=== Begin Enclosure ===
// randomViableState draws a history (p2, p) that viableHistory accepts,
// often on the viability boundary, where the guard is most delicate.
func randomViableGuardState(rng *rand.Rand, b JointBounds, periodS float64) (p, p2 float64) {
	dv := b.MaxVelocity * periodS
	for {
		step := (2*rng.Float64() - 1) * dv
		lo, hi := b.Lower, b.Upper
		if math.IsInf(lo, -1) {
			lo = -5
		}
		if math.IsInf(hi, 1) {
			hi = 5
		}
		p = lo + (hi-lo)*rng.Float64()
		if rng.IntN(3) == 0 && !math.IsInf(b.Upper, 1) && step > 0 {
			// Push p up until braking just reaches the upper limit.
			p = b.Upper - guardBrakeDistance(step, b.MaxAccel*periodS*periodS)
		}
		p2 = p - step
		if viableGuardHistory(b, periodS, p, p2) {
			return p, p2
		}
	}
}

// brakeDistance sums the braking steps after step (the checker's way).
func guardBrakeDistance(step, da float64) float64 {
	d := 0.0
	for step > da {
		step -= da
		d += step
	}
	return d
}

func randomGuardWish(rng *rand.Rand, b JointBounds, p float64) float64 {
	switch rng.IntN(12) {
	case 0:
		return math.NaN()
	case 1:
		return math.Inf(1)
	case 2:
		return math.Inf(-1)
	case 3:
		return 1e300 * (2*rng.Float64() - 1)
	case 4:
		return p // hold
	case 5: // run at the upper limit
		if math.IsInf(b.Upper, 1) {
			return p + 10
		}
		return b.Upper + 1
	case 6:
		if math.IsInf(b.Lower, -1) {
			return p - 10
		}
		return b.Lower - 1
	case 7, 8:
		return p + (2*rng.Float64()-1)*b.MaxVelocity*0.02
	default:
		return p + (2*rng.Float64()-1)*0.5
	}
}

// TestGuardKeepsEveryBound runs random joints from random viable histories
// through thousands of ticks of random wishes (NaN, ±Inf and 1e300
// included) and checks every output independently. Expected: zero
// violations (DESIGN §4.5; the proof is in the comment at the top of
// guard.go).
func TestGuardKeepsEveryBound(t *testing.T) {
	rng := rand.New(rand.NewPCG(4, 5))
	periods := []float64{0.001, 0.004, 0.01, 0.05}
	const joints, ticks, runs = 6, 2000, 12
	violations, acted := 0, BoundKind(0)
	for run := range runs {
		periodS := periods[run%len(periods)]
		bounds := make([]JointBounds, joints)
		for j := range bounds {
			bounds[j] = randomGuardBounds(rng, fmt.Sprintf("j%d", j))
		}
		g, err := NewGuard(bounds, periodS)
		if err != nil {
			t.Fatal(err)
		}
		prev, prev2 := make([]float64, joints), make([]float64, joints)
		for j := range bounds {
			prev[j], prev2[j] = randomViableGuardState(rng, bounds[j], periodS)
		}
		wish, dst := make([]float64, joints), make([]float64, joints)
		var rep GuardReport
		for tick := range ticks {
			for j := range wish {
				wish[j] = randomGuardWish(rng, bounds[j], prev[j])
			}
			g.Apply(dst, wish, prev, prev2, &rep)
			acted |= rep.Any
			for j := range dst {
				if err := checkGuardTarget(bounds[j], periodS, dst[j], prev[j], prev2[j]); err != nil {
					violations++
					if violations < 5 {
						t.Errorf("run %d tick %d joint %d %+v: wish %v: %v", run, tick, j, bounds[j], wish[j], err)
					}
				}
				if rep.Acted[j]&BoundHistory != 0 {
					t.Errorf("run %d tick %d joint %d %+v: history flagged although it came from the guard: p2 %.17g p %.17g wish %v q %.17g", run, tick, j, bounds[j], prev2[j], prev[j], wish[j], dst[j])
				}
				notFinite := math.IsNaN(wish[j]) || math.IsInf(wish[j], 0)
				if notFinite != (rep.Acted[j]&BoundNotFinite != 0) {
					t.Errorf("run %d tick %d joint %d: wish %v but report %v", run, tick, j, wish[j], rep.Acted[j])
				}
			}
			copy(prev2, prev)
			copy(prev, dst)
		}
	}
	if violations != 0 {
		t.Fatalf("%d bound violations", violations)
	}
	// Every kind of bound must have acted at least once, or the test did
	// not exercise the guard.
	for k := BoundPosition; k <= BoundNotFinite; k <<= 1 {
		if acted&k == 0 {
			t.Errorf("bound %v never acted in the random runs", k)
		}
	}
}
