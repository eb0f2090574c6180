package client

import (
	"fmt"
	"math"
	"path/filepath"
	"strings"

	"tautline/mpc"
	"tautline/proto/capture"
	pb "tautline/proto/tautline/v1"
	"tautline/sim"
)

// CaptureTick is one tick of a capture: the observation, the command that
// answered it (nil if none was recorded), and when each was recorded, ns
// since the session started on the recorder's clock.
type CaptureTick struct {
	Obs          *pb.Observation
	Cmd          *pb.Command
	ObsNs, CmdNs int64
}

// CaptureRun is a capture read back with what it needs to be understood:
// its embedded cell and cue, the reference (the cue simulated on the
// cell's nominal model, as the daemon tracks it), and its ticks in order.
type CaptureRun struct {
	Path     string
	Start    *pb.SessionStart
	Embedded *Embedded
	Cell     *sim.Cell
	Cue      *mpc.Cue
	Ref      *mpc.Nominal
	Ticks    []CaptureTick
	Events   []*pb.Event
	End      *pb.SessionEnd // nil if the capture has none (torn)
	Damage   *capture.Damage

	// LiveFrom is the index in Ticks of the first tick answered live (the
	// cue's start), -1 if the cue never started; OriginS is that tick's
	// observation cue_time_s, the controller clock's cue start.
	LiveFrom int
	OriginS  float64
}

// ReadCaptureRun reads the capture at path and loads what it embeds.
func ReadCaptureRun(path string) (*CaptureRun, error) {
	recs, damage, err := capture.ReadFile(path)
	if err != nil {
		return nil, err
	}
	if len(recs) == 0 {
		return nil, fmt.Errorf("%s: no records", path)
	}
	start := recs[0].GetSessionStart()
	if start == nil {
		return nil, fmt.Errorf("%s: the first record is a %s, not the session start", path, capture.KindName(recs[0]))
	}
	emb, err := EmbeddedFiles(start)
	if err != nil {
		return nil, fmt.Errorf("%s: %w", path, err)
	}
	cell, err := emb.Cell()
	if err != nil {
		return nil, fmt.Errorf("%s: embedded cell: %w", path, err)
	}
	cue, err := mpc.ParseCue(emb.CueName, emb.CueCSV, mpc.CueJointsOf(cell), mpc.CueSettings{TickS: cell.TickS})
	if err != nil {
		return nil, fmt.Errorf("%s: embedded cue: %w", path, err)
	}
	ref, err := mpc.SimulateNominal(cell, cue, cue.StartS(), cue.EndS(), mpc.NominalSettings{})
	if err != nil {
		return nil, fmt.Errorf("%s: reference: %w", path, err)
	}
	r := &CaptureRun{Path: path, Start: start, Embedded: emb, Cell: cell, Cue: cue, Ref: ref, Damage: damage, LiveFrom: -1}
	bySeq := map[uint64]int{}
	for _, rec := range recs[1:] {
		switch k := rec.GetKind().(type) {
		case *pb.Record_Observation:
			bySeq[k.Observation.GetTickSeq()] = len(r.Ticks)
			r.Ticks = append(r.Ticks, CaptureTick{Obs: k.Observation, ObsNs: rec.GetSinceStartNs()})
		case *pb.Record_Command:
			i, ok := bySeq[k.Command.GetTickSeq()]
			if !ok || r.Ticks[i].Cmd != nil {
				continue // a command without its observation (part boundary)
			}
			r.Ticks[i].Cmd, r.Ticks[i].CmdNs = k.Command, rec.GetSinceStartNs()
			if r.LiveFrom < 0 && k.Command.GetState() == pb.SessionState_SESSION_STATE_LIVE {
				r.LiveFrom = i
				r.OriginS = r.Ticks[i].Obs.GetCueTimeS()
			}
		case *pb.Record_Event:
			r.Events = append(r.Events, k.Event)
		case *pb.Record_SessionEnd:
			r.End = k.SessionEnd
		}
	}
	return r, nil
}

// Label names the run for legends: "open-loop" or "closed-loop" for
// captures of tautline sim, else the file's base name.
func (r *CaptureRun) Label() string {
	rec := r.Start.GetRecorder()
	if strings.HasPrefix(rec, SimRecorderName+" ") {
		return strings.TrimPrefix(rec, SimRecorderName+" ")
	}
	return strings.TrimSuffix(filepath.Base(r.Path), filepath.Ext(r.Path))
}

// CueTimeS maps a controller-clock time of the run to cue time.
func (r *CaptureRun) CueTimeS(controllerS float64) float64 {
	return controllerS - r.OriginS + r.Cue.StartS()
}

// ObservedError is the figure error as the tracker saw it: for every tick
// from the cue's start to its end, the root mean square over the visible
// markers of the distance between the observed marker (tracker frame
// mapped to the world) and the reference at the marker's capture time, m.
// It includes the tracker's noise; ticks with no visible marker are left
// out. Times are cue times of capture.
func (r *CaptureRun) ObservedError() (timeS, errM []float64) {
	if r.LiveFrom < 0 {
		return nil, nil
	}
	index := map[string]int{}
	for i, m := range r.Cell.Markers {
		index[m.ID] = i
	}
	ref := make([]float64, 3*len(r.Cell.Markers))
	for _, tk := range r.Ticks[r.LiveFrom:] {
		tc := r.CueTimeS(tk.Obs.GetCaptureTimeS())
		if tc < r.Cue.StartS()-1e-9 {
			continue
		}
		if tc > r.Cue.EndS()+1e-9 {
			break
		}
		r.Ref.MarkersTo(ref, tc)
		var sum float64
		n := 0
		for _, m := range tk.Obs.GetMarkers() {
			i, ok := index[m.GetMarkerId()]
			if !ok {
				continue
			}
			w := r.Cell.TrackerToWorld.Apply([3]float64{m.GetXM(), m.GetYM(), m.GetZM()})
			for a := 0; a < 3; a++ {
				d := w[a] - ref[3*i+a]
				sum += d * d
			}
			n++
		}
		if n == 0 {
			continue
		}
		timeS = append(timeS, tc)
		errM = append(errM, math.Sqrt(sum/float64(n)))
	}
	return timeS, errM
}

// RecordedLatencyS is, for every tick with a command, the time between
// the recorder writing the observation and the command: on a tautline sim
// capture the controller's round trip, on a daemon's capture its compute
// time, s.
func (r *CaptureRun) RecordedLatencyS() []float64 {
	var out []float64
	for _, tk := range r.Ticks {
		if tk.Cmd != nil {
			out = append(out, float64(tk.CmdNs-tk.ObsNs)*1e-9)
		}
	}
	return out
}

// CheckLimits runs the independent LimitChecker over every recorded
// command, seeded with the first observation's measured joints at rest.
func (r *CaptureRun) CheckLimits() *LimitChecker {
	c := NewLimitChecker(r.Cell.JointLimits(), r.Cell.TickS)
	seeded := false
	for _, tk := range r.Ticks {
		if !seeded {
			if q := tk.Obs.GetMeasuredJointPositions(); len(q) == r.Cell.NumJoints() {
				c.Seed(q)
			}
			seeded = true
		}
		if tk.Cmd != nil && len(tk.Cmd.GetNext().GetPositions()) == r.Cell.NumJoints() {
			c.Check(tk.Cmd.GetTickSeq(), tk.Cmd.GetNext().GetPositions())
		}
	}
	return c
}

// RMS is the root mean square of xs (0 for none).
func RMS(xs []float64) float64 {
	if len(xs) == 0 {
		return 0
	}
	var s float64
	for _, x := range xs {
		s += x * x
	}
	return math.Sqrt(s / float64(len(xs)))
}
=== End Enclosure ===
=== Begin Enclosure ===
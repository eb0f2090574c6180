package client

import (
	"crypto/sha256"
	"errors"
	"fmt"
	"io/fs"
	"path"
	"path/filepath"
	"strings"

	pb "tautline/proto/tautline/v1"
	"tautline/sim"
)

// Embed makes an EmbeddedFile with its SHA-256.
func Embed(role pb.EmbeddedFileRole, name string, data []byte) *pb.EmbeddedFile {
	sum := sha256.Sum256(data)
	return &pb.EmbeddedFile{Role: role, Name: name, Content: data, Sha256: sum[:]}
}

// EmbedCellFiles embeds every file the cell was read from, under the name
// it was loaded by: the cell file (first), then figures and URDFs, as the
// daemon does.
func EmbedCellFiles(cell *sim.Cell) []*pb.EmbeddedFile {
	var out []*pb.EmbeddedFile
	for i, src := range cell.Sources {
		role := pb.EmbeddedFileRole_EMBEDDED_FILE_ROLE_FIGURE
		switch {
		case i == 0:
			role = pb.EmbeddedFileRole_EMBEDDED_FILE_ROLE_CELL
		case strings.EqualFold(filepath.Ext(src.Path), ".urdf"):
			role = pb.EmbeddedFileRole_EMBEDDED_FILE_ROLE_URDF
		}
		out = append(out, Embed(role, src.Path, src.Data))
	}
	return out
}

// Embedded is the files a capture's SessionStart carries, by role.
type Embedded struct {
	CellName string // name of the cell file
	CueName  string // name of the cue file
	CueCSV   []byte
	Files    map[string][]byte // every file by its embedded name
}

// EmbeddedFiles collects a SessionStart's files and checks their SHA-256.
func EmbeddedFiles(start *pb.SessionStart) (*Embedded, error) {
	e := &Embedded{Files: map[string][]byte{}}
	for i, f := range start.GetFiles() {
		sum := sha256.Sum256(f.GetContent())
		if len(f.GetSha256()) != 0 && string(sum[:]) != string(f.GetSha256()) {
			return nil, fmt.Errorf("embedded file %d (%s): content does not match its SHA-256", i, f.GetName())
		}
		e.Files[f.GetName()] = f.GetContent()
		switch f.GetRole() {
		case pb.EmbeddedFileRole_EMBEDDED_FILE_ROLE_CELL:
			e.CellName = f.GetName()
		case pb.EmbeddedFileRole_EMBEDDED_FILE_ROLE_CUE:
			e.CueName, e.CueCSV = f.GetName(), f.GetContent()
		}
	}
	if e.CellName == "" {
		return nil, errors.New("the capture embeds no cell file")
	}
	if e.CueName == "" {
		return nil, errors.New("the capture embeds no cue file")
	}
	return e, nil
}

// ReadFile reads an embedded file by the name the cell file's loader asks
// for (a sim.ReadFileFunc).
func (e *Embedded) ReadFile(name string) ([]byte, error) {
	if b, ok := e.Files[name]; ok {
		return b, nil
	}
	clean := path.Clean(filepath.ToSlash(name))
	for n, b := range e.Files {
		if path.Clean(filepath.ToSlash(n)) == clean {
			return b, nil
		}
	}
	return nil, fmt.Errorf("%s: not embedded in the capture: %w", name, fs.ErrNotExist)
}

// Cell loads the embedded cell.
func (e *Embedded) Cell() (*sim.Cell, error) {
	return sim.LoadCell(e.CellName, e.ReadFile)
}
=== End Enclosure ===
● **Problem statement**:
Find the string "clean" in the listing and copy every line in which it occurs.

● **Result below**:
	clean := path.Clean(filepath.ToSlash(name))
		if path.Clean(filepath.ToSlash(n)) == clean {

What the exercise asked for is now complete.